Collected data
>>>>

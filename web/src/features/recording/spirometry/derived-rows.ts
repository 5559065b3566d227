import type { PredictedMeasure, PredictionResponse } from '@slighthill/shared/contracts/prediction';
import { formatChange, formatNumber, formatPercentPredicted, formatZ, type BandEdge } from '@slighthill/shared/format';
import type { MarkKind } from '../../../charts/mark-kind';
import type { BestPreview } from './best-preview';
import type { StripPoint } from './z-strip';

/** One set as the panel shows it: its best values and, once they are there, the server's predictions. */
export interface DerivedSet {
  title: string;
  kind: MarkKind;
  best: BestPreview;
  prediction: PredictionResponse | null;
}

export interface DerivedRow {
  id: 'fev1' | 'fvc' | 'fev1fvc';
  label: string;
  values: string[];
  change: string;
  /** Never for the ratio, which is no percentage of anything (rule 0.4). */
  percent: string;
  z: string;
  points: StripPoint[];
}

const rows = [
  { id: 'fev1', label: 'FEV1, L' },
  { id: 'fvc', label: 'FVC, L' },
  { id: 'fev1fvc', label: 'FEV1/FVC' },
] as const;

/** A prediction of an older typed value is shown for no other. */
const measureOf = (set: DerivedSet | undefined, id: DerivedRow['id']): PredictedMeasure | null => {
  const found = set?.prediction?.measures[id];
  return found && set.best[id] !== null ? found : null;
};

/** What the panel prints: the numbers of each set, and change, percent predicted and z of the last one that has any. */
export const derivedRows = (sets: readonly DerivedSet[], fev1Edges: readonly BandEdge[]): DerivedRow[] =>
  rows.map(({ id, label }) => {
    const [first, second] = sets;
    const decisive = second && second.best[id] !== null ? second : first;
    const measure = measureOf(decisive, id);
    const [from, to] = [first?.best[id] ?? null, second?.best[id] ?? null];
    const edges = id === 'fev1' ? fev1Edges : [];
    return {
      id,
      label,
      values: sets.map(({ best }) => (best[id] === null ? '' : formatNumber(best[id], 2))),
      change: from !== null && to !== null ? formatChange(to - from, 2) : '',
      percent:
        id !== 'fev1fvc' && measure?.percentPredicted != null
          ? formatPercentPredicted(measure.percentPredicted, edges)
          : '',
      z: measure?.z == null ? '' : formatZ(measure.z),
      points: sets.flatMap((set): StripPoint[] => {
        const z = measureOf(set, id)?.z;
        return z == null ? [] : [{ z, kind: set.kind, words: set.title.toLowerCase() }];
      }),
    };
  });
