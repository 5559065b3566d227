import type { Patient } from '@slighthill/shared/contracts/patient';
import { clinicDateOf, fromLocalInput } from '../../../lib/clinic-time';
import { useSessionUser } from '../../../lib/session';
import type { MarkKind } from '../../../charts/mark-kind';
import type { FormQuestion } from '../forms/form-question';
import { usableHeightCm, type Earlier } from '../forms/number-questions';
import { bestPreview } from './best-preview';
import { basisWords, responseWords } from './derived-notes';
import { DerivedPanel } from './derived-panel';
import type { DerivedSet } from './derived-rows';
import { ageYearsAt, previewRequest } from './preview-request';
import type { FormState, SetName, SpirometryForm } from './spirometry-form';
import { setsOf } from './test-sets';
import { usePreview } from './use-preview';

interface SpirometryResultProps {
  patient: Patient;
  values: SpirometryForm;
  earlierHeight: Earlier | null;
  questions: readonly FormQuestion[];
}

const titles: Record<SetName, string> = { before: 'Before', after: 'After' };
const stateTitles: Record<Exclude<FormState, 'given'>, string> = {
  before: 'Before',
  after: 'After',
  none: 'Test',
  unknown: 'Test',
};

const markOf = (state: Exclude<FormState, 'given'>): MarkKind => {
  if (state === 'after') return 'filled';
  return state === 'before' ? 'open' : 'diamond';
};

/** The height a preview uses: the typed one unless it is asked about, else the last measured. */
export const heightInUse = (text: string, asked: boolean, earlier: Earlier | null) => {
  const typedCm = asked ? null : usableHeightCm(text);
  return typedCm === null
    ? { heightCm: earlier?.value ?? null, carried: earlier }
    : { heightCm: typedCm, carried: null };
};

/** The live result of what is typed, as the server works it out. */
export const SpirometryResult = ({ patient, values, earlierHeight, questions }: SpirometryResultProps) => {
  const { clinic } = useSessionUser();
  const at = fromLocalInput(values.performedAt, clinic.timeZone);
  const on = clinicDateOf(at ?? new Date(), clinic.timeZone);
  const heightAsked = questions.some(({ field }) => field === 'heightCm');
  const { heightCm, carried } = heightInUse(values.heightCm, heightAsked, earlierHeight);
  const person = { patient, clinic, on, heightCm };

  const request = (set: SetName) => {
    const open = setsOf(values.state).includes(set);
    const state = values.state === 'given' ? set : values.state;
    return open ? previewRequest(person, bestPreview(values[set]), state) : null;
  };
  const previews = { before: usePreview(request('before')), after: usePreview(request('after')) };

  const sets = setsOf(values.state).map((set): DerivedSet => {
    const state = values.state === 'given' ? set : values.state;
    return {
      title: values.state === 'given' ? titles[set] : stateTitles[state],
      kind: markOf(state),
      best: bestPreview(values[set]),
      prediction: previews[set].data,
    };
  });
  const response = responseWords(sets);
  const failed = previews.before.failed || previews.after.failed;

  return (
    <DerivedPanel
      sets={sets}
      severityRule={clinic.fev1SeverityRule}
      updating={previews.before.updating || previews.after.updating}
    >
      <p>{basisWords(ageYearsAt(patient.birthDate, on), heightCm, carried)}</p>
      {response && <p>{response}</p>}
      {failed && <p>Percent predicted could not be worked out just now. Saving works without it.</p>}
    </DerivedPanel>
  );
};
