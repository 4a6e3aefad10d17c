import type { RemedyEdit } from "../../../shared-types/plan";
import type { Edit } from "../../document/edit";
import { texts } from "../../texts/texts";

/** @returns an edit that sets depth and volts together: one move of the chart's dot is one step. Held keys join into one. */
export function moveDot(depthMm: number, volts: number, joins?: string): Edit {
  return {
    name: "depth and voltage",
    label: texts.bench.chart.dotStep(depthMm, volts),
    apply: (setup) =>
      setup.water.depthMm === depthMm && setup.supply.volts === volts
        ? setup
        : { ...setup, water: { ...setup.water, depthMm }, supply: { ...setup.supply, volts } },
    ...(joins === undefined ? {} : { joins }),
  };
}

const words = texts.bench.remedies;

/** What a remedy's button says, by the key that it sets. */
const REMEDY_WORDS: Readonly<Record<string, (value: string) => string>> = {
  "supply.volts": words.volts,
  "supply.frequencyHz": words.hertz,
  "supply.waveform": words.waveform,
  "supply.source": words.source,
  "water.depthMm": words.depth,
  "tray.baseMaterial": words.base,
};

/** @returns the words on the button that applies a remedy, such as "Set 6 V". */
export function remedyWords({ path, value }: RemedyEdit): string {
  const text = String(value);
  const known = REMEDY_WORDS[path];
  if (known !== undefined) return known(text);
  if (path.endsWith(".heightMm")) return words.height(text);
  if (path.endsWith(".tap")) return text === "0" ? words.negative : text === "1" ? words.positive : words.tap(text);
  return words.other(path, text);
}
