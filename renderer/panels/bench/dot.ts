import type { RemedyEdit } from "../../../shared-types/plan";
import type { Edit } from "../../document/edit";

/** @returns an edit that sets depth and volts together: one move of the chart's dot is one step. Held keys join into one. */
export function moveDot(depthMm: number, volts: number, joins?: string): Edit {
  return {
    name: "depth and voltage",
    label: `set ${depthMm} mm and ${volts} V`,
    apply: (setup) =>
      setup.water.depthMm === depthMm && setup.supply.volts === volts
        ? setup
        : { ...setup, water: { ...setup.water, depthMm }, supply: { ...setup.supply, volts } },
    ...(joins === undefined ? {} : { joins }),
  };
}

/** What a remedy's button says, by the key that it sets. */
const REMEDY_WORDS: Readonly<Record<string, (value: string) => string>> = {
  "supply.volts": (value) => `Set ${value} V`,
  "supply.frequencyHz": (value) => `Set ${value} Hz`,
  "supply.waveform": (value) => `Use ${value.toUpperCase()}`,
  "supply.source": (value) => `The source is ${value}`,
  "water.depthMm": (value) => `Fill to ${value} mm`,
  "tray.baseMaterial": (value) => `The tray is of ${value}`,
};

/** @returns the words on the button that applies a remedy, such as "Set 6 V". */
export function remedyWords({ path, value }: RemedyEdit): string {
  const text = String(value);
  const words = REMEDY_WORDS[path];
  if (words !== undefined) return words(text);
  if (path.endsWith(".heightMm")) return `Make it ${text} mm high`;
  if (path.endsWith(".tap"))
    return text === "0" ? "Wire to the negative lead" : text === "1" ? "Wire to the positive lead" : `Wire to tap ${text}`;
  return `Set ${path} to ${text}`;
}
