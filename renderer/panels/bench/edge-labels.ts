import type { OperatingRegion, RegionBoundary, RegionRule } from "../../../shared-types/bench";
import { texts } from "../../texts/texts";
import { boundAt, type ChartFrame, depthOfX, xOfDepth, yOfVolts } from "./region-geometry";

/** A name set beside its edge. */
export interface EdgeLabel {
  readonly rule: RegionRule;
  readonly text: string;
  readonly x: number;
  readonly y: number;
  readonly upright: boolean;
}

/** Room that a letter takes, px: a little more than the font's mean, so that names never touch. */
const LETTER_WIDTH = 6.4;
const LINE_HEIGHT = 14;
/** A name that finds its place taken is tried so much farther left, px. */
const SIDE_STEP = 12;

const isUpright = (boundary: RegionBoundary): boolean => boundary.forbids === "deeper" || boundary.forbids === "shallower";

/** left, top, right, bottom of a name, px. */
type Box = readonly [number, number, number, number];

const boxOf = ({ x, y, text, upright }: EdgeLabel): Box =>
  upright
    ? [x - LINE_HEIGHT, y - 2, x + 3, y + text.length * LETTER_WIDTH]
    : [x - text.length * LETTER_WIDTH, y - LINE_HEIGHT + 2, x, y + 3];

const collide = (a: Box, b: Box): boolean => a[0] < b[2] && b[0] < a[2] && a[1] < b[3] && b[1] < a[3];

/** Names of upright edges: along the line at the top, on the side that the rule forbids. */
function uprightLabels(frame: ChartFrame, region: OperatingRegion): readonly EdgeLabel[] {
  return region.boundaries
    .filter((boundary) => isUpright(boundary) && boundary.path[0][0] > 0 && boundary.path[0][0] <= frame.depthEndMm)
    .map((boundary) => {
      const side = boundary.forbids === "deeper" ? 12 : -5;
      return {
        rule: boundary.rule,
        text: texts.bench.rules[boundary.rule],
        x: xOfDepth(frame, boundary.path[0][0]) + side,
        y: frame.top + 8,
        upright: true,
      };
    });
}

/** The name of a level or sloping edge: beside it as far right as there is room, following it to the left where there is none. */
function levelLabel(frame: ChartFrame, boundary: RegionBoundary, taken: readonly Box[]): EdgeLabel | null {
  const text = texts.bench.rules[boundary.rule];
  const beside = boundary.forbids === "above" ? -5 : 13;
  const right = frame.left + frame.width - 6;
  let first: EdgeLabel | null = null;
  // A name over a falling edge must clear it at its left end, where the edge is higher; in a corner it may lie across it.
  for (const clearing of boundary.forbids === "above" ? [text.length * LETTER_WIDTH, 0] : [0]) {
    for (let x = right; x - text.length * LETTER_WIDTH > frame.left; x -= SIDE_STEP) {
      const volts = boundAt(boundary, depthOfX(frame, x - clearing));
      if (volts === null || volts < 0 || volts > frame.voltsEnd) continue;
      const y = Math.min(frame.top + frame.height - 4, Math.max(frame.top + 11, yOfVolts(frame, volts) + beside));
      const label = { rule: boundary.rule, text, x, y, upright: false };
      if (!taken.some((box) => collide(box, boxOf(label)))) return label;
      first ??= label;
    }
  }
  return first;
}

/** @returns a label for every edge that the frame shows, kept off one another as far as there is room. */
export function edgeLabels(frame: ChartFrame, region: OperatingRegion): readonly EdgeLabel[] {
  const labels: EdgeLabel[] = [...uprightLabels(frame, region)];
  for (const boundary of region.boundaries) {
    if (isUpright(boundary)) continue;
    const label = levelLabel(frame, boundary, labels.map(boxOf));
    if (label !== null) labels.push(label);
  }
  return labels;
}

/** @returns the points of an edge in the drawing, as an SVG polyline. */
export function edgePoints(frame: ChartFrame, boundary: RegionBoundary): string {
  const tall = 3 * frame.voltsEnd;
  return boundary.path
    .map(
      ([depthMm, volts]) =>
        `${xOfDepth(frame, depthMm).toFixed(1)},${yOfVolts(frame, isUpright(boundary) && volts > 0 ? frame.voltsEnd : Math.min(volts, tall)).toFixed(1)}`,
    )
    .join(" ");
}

<<<<

-- ACTIVITY --
For the word "EdgeLabel", tally the lines above that hold it and answer with the number alone.

-- ANSWER AREA --
7